Depending on the footprint of the tank, anything 4'+ needs a truck, van, or SUV - hatchbacks also have lots of space. If you have any contractor friends or anyone with a mini van, moving a tank is fairly easy - I find moving a prebuilt stand is the harder part.. From LFS to vehicle, just ask someone from the shop to help you, they'll carry out and load it for you, when you get home, get a couple friends to help and have the strongest people lift while others can guide.


----------



## edwinf (May 28, 2014)

Hi, I moved my 90 gallon in a hatchback (48 x 18 x 24). Just fit with the back seats down.


----------



## nc208082 (Jun 27, 2013)

Home Depot Trucks. 25 bucks for 2 hrs. Unlimited kms. You can rent a van or pickup.

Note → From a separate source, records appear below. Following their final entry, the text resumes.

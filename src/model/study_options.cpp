// SPDX-License-Identifier: GPL-2.0-or-later
#include <algorithm>
#include <utility>

#include "base/error.h"
#include "base/text.h"
#include "io/text_file.h"
#include "model/study_file.h"

namespace foreglow {
namespace {

/// Collects a study's values, each with the option it came from as its place, and the text of the file that
/// says the same.
class OptionTable {
  public:
    explicit OptionTable(std::string place) { table_.place = table_.key_place = std::move(place); }

    void add_text(const std::string& key, const std::optional<std::string>& text) {
        if (!text) return;
        TomlValue value;
        value.type = TomlValue::Type::String;
        value.text = *text;
        add(key, value, to_toml_string(*text));
    }
    void add_integer(const std::string& key, const std::optional<std::int64_t>& number) {
        if (!number) return;
        TomlValue value;
        value.type = TomlValue::Type::Integer;
        value.integer = *number;
        value.number = static_cast<double>(*number);
        add(key, value, std::to_string(*number));
    }
    void add_number(const std::string& key, const std::optional<double>& number) {
        if (!number) return;
        TomlValue value;
        value.type = TomlValue::Type::Float;
        value.number = *number;
        add(key, value, format_exact(*number));
    }
    void add_boolean(const std::string& key, bool boolean) {
        TomlValue value;
        value.type = TomlValue::Type::Boolean;
        value.boolean = boolean;
        add(key, value, boolean ? "true" : "false");
    }
    void add_raw(const std::string& key, TomlValue value) {
        table_.keys.push_back(key);
        table_.items.push_back(std::move(value));
    }

    [[nodiscard]] const TomlValue& table() const { return table_; }
    [[nodiscard]] const std::string& text() const { return text_; }

  private:
    void add(const std::string& key, TomlValue value, const std::string& written) {
        std::string option = "--" + key;
        std::replace(option.begin(), option.end(), '_', '-');
        // What a channel is named after its frequency is no option; its frequency is.
        if (key == "name") option = table_.place;
        value.place = value.key_place = option == table_.place ? option : option + " " + written;
        value.from_command_line = true;
        value.as_typed = value.type == TomlValue::Type::String ? value.text : written;
        add_raw(key, std::move(value));
        text_ += key + " = " + written + "\n";
    }

    TomlValue table_;
    std::string text_;
};

/// Names a channel after its frequency, "70 GHz" giving 70GHz; a text that is no frequency is refused later,
/// with its key.
std::string name_of(const std::string& frequency) {
    std::string name = frequency;
    try {
        name = to_text(parse_frequency(frequency));
    } catch (const InputError&) {
        return "channel";
    }
    std::erase(name, ' ');
    return name;
}

OptionTable make_channel(const StudyOptions& options, const std::string& frequency) {
    OptionTable channel("--frequency " + to_toml_string(frequency));
    channel.add_text("name", name_of(frequency));
    channel.add_text("frequency", frequency);
    channel.add_text("bandwidth", options.bandwidth);
    channel.add_text("beam_fwhm", options.beam_fwhm);
    return channel;
}

void add_truth(OptionTable& top, const std::optional<std::string>& truth) {
    if (truth == "true" || truth == "false")
        top.add_boolean("truth", truth == "true");
    else
        top.add_text("truth", truth);
}

}  // namespace

StudySpec make_study_from_options(const StudyOptions& options) {
    OptionTable top("command line");
    top.add_text("title", options.title.value_or(options.model));
    if (!options.model.empty()) top.add_text("model", options.model);
    top.add_integer("nside", options.nside);
    top.add_text("stokes", options.stokes);
    top.add_text("unit", options.unit);
    top.add_text("precision", options.precision);
    top.add_text("frame", options.frame);
    top.add_text("ordering", options.ordering);
    top.add_text("polarization_convention", options.polarization_convention);
    top.add_text("monopole", options.monopole);
    top.add_text("coverage", options.coverage);
    top.add_integer("lmax", options.lmax);
    top.add_number("accuracy", options.accuracy);
    top.add_integer("seed", options.seed);
    top.add_integer("realizations", options.realizations);
    add_truth(top, options.truth);
    std::string source = top.text();
    TomlValue channels;
    channels.type = TomlValue::Type::Array;
    channels.place = channels.key_place = "--frequency";
    for (const std::string& frequency : options.frequencies) {
        const OptionTable channel = make_channel(options, frequency);
        source += "\n[[channel]]\n" + channel.text();
        channels.items.push_back(channel.table());
    }
    if (!options.frequencies.empty()) top.add_raw("channel", channels);
    TomlValue document = top.table();
    for (const std::string& assignment : options.overrides) {
        apply_override(document, assignment);
        source += to_one_line("# --set " + assignment) + "\n";
    }
    for (const auto& [key, option] : {std::pair("model", "--model disc-and-loops"),
                                      {"nside", "--nside 64"},
                                      {"channel", "--frequency \"70 GHz\""}})
        if (find_value(document, key) == nullptr &&
            (key != std::string("channel") || find_value(document, "channel_grid") == nullptr))
            throw InputError(std::string("without a study file the option ") + split(option, ' ').front() +
                             " is needed: add it, for example " + option);
    StudySpec study = make_study(document, {});
    study.source = source;
    return study;
}

}  // namespace foreglow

Sent from my SM-G930W8 using Tapatalk


----------



## Juggler (Apr 19, 2017)

An empty 65G weighs the same as I do, apparently.


----------



## Juggler (Apr 19, 2017)

If I go with a 36" it would fit in my vehicle, the problem is finding muscle power. And distracting the small children who'd be trying to "help".


----------



## tom g (Jul 8, 2009)

*Help*

Do u have any neighbours u can cohearse into helping 
A 65 is not that heavy .. it's a tall tank .
Hope u can find someone 
Maybe post your location (general area)
Maybe some one here can help if they.are free 
Cheers


----------



## Juggler (Apr 19, 2017)

Is this a good deal? They're close to me and willing to deliver this morning!

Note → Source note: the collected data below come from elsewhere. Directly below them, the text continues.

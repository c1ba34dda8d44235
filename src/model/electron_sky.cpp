// SPDX-License-Identifier: GPL-2.0-or-later
#include "model/electron_sky.h"

#include <array>

#include "base/error.h"
#include "base/parallel.h"
#include "base/text.h"

namespace foreglow {
namespace {

constexpr std::int64_t strip_pixels = std::int64_t{1} << 22;
constexpr std::int64_t block = 4096;

Interval range_of(const std::optional<PixelField>& map, double value, const char* name) {
    if (!map) return {value, value};
    const auto range = map->range();
    if (!range) throw DataError(std::string("the ") + name + " has no defined pixel: give another map");
    if (!(range->low > 0))
        throw DataError(std::string("the ") + name + " has the value " + format_number(range->low, 6) +
                        ", but every pixel must be above 0: mark pixels without one as undefined");
    return {range->low, range->high};
}

ElectronRange range_of_maps(const ElectronSky& electrons) {
    const ElectronLaw& law = electrons.law;
    ElectronRange range;
    range.field_uG = range_of(electrons.field, law.field_uG, "field_map");
    if (law.energy_break)
        range.break_GeV = range_of(electrons.break_energy, law.energy_break->energy_GeV, "break_energy_map");
    if (law.cutoff)
        range.cutoff_GeV = range_of(electrons.cutoff_energy, law.cutoff->energy_GeV, "cutoff_energy_map");
    return range;
}

// The indices of a strip become slopes.
std::int64_t turn_strip(const SkyModel& sky, const RingStrip& strip, std::span<double> indices) {
    const ElectronSky& electrons = *sky.electrons;
    sky.index.evaluate(sky.grid, strip, indices);
    std::array<std::vector<double>, 3> columns;
    const std::array<const std::optional<PixelField>*, 3> maps{&electrons.field, &electrons.break_energy,
                                                               &electrons.cutoff_energy};
    for (std::size_t m = 0; m < maps.size(); ++m) {
        if (!*maps[m]) continue;
        columns[m].resize(indices.size());
        (*maps[m])->evaluate(sky.grid, strip, columns[m]);
    }
    const LawColumns all{{}, {}, {{}, columns[0], columns[1], columns[2]}};
    return static_cast<std::int64_t>(parallel_sum(
        static_cast<std::int64_t>(indices.size()), block, [&](std::int64_t begin, std::int64_t end) {
            const auto first = static_cast<std::size_t>(begin);
            const auto count = static_cast<std::size_t>(end - begin);
            return static_cast<double>(electrons.shape->find_slopes(indices.subspan(first, count),
                                                                    all.part(first, count).electrons));
        }));
}

}  // namespace

void find_electron_slopes(SkyModel& sky) {
    FOREGLOW_EXPECTS(sky.electrons.has_value());
    ElectronSky& electrons = *sky.electrons;
    const auto indices = sky.index.range();
    if (!indices) throw DataError("the index map has no defined pixel: give another map");
    electrons.shape = std::make_shared<const ElectronShape>(electrons.law, range_of_maps(electrons),
                                                            Interval{indices->low, indices->high},
                                                            electrons.definition, sky.reference);
    electrons.clamped_pixels = 0;
    if (sky.index.is_uniform() && !electrons.field && !electrons.break_energy && !electrons.cutoff_energy) {
        std::vector<double> one{indices->low};
        if (electrons.shape->find_slopes(one, {}) > 0) electrons.clamped_pixels = sky.grid.npix();
        electrons.slope = PixelField::uniform(one.front());
        return;
    }
    auto map = std::make_shared<SkyMap>();
    map->grid = sky.grid;
    map->frame = sky.frame;
    map->values.resize(static_cast<std::size_t>(sky.grid.npix()));
    for (const RingStrip& strip : cut_into_strips(sky.grid, strip_pixels)) {
        std::vector<double> values(static_cast<std::size_t>(pixel_count(sky.grid, strip)));
        electrons.clamped_pixels += turn_strip(sky, strip, values);
        for (const PixelRange& range : pixel_ranges(sky.grid, strip))
            std::copy_n(values.begin() + range.offset, range.count, map->values.begin() + range.first_pixel);
    }
    electrons.slope = PixelField::of_map(std::move(map));
}

std::string describe_clamped_pixels(const SkyModel& sky) {
    if (!sky.electrons || sky.electrons->clamped_pixels == 0) return "";
    const SlopeLimits limits = slope_limits(sky.electrons->law);
    return std::to_string(sky.electrons->clamped_pixels) + " of " + std::to_string(sky.grid.npix()) +
           " pixels have an index that the electrons of this model cannot have with a slope from " +
           format_number(limits.low, 4) + " to " + format_number(limits.high, 4) +
           ": they took the nearest slope";
}

}  // namespace foreglow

http://www.kijiji.ca/v-fish/city-of...50/1259219745?enableSearchNavigationFlag=true


----------



## Cichlidrookie (Apr 6, 2014)

Looks like a good deal. Good reliable filter eheim is a good brand. The heater is also a good one.

Price is good if they are willing to deliver without extra cost.

Like in most things on kijiji you should haggle a little but not too much if they are willing to deliver that is pretty good price.

Good luck


----------



## default (May 28, 2011)

A 65g is not very heavy, maybe 50lbs? Just the clunky size and "brittle" appearance of an aquarium make it more difficult to move.

A good point about posting your area, surely if other members are nearby, it could definitely make things easier.


----------



## Juggler (Apr 19, 2017)

Interesting. The internet told me >100 lbs.

https://www.thespruce.com/aquarium-sizes-and-weights-1380694

In any case, I now have a 75G tank filling in my living room!! Husband thinks I'm crazy.


----------